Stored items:
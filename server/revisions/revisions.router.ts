import type { Router } from 'express';
import { z } from 'zod';
import {
  answerSchema,
  findingSchema,
  manualItemSchema,
  returnSchema,
  saveRevisionSchema,
  signSchema,
  withdrawSchema,
} from '../../shared/schemas/revision.schema';
import { validate } from '../http/validate';
import { idParam, idRouter } from '../http/route-ids';
import { signedInActor } from '../authz/actor';
import type { CalcsService } from '../calcs/calcs.service';
import type { LifecycleService } from '../calcs/lifecycle.service';
import { readRevision } from '../calcs/revision-read';
import { formOf, sendRevision } from '../calcs/revision-answer';
import type { WorkflowService } from '../workflow/workflow.service';
import type { ReviewService } from '../workflow/review.service';
import type { FindingsService } from '../workflow/findings.service';

const itemParamsSchema = z.object({ itemId: z.string().regex(/^[A-Za-z0-9._-]{1,40}$/, 'is not a checklist item id') });

export interface RevisionServices {
  calcs: CalcsService;
  lifecycle: LifecycleService;
  workflow: WorkflowService;
  review: ReviewService;
  findings: FindingsService;
}

export function revisionsRouter(s: RevisionServices): Router {
  const router = idRouter();
  router.get('/:id', async (req, res) => {
    sendRevision(res, await readRevision(req.ability, idParam(req), undefined, undefined, formOf(req)));
  });
  router.put('/:id', validate({ body: saveRevisionSchema }), async (req, res) => {
    sendRevision(res, await s.calcs.save(req.ability, signedInActor(req), idParam(req), req.body, formOf(req)));
  });
  router.post('/:id/sign', validate({ body: signSchema }), async (req, res) => {
    res.json(
      await s.workflow.sign(req.ability, { ...signedInActor(req), roles: req.user!.roles }, idParam(req), req.body),
    );
  });
  router.post('/:id/return', validate({ body: returnSchema }), async (req, res) => {
    res.json(
      await s.review.returnToAuthor(
        req.ability,
        signedInActor(req),
        idParam(req),
        req.body.reason,
        req.body.lockVersion,
      ),
    );
  });
  router.post('/:id/withdraw', validate({ body: withdrawSchema }), async (req, res) => {
    res.json(
      await s.lifecycle.withdraw(req.ability, signedInActor(req), idParam(req), req.body.reason, req.body.lockVersion),
    );
  });
  router.post('/:id/findings', validate({ body: findingSchema }), async (req, res) => {
    const anchor = { clauseRef: req.body.clauseRef ?? null, anchorPath: req.body.anchorPath ?? null };
    res
      .status(201)
      .json(await s.findings.raiseFinding(req.ability, signedInActor(req), idParam(req), req.body.text, anchor));
  });
  router.put(
    '/:id/manual-items/:itemId',
    validate({ params: itemParamsSchema, body: manualItemSchema }),
    async (req, res) => {
      res.json(
        await s.review.setManualItem(
          req.ability,
          signedInActor(req),
          idParam(req),
          String(req.params.itemId),
          req.body.done,
          req.body.note,
        ),
      );
    },
  );
  return router;
}

export function findingsRouter(findings: FindingsService): Router {
  const router = idRouter();
  router.post('/:id/answer', validate({ body: answerSchema }), async (req, res) => {
    res.json(await findings.answerFinding(req.ability, signedInActor(req), idParam(req), req.body.answer));
  });
  router.post('/:id/close', async (req, res) => {
    res.json(await findings.closeFinding(req.ability, signedInActor(req), idParam(req)));
  });
  return router;
}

## Your goal
All records above are to be output again exactly as they stand.

## Answer for this exercise
filename server/revisions/revisions.router.ts
import type { Router } from 'express';
import { z } from 'zod';
import {
  answerSchema,
  findingSchema,
  manualItemSchema,
  returnSchema,
  saveRevisionSchema,
  signSchema,
  withdrawSchema,
} from '../../shared/schemas/revision.schema';
import { validate } from '../http/validate';
import { idParam, idRouter } from '../http/route-ids';
import { signedInActor } from '../authz/actor';
import type { CalcsService } from '../calcs/calcs.service';
import type { LifecycleService } from '../calcs/lifecycle.service';
import { readRevision } from '../calcs/revision-read';
import { formOf, sendRevision } from '../calcs/revision-answer';
import type { WorkflowService } from '../workflow/workflow.service';
import type { ReviewService } from '../workflow/review.service';
import type { FindingsService } from '../workflow/findings.service';

const itemParamsSchema = z.object({ itemId: z.string().regex(/^[A-Za-z0-9._-]{1,40}$/, 'is not a checklist item id') });

export interface RevisionServices {
  calcs: CalcsService;
  lifecycle: LifecycleService;
  workflow: WorkflowService;
  review: ReviewService;
  findings: FindingsService;
}

export function revisionsRouter(s: RevisionServices): Router {
  const router = idRouter();
  router.get('/:id', async (req, res) => {
    sendRevision(res, await readRevision(req.ability, idParam(req), undefined, undefined, formOf(req)));
  });
  router.put('/:id', validate({ body: saveRevisionSchema }), async (req, res) => {
    sendRevision(res, await s.calcs.save(req.ability, signedInActor(req), idParam(req), req.body, formOf(req)));
  });
  router.post('/:id/sign', validate({ body: signSchema }), async (req, res) => {
    res.json(
      await s.workflow.sign(req.ability, { ...signedInActor(req), roles: req.user!.roles }, idParam(req), req.body),
    );
  });
  router.post('/:id/return', validate({ body: returnSchema }), async (req, res) => {
    res.json(
      await s.review.returnToAuthor(
        req.ability,
        signedInActor(req),
        idParam(req),
        req.body.reason,
        req.body.lockVersion,
      ),
    );
  });
  router.post('/:id/withdraw', validate({ body: withdrawSchema }), async (req, res) => {
    res.json(
      await s.lifecycle.withdraw(req.ability, signedInActor(req), idParam(req), req.body.reason, req.body.lockVersion),
    );
  });
  router.post('/:id/findings', validate({ body: findingSchema }), async (req, res) => {
    const anchor = { clauseRef: req.body.clauseRef ?? null, anchorPath: req.body.anchorPath ?? null };
    res
      .status(201)
      .json(await s.findings.raiseFinding(req.ability, signedInActor(req), idParam(req), req.body.text, anchor));
  });
  router.put(
    '/:id/manual-items/:itemId',
    validate({ params: itemParamsSchema, body: manualItemSchema }),
    async (req, res) => {
      res.json(
        await s.review.setManualItem(
          req.ability,
          signedInActor(req),
          idParam(req),
          String(req.params.itemId),
          req.body.done,
          req.body.note,
        ),
      );
    },
  );
  return router;
}

export function findingsRouter(findings: FindingsService): Router {
  const router = idRouter();
  router.post('/:id/answer', validate({ body: answerSchema }), async (req, res) => {
    res.json(await findings.answerFinding(req.ability, signedInActor(req), idParam(req), req.body.answer));
  });
  router.post('/:id/close', async (req, res) => {
    res.json(await findings.closeFinding(req.ability, signedInActor(req), idParam(req)));
  });
  return router;
}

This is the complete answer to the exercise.